Compose stanza (add to `~/vojo/docker-compose.yml`; the **service key `ai-bot`**
must match the registration `url` host `http://ai-bot:8009`):
```yaml
ai-bot:
image: ai-bot:custom
container_name: vojo-ai-bot
restart: unless-stopped
depends_on: [synapse, postgres] # needs both up before it starts
env_file: ./ai-bot/ai-bot.env # config incl. AI_BOT_DATABASE_URL (chmod 600 — embeds the DB password)
environment:
REGISTRATION_PATH: /data/registration.yaml # tokens (generated; shared with Synapse)
STATE_DIR: /data/state # runtime dir (the operational store is now in Postgres)
XAI_API_KEY_FILE: /data/secrets/xai_api_key # the one standalone secret
volumes:
- ./ai-bot:/data # owned by uid 65532 (see setup)
```
Also bind-mount the same registration into Synapse and restart it:
```yaml
synapse:
volumes:
- ./ai-bot/registration.yaml:/data/ai-registration.yaml:ro
```
`HOMESERVER_URL` must use the Synapse **service name** (`http://synapse:8008`),
not `localhost`. Synapse and the bot must share a docker network (same compose
project does this) so Synapse can push to `http://ai-bot:8009`.
## Verification status
Compile-level + unit-tested locally:
- ✅ `go vet` clean, `gofmt` clean, static CGO-free build.

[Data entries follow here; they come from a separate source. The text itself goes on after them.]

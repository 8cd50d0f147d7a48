"""The ``rate`` task: how fast R–X ionizes in a named medium, and how long the cation lives there.

Per substrate and ionization site: E_f of the cation (computed from its
gas-phase HIA, see :mod:`cationcalc.trust.electrofuges`; the published value where the cation
is tabulated), N_f and s_f of the leaving group in the medium
(:mod:`cationcalc.trust.nucleofuges`), lg k₁ = s_f(N_f + E_f) at 25 °C, carried to
the requested temperature by the Eyring equation (:mod:`cationcalc.chem.kinetics`),
the half-life, the cation's lifetime against capture by the solvent
(Mayr–Patz), an applicability verdict and a verdict in time.

Applicability (``data/rate_applicability.csv``): benzhydrylium-type cations
are inside the calibration; tertiary alkyl cations are checked against
tert-butyl chloride (whose cation is the descriptor's anchor, so the check
needs no computation); substrates that solvolyse with solvent assistance
(secondary and primary alkyl, primary benzylic and allylic, vinylic, aryl)
get no rate, only the SN1-only figure labelled as a lower bound; other
classes get the number with a widened uncertainty and a flag.

Example
-------
>>> from cationcalc.tasks.rate import kinetic_fields
>>> from cationcalc.trust.electrofuges import estimate_electrofuge
>>> from cationcalc.trust.nucleofuges import nucleofugality
>>> from cationcalc.chem.media import medium
>>> m = medium("80E20W")
>>> est = estimate_electrofuge("c1ccc([CH+]c2ccccc2)cc1", 228.7)   # published E_f is used for benzhydrylium
>>> f = kinetic_fields(est, nucleofugality("chloride", m), m, "ClC(c1ccccc1)c1ccccc1", "benzylic (secondary)",
...                    298.15)
>>> f["E_f"], f"{f['k_ion_per_s']:.2g}", f["applicability"].split(":")[0]
(-6.03, '0.0017', 'calibrated')
"""

from __future__ import annotations

import math
from functools import lru_cache

from pydantic import field_validator
from rdkit import Chem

- ✅ `go test` — appservice transaction handling (hs_token auth → 403 on bad
token, txnId idempotency / no re-dispatch, legacy `?access_token=`, user query
200/404); mention detection (m.mentions, empty-`{}` F29, no-body-fallback F30,
pill, reply-to-bot); DM classification (invited+joined==2, F3: 2 joined + 1
invited is **not** a 1:1); group-vs-DM context minimisation (groups never leak
third-party content); USD pricing; **markdown → HTML rendering** (escaping,
safe-URL allowlist, false-positive guards, oversize/adversarial fallbacks).
- ✅ `check-config` reads env + loads the system prompt.
The store-backed tests (appservice transaction handling + the dedup/limiter/warned
store in `store_test.go`, including the concurrent per-user-cap guarantee and
restart-durability) need a throwaway Postgres via `AI_BOT_TEST_DATABASE_URL`; they
**skip** when it is unset, so `go test ./...` stays green without one. To run them:
```bash
docker run -d --name pg -e POSTGRES_PASSWORD=p -p 5432:5432 postgres:16
# … create role+db vojo_ai, then:
AI_BOT_TEST_DATABASE_URL=postgres://vojo_ai:…@localhost:5432/vojo_ai?sslmode=disable go test ./...
```
Deferred to a live homeserver + xAI key + a loaded registration (runtime ✔):
- Synapse pushes transactions → bot replies (`authenticated as @ai:vojo.chat` in logs);
- invite from `:vojo.chat` → join, foreign-server invite → leave (F11);
- `@`-mention / 1:1 message → `m.notice` reply with reply (and thread, F27) relation,
carrying a `formatted_body` (org.matrix.custom.html) when the answer has markdown;
- encrypted room exactly one notice, **not** repeated after restart (F5);
- per-user cap silent drop; global USD ceiling one notice/room/day;
- a retried transaction (lost 200) is processed at most once (txn dedup).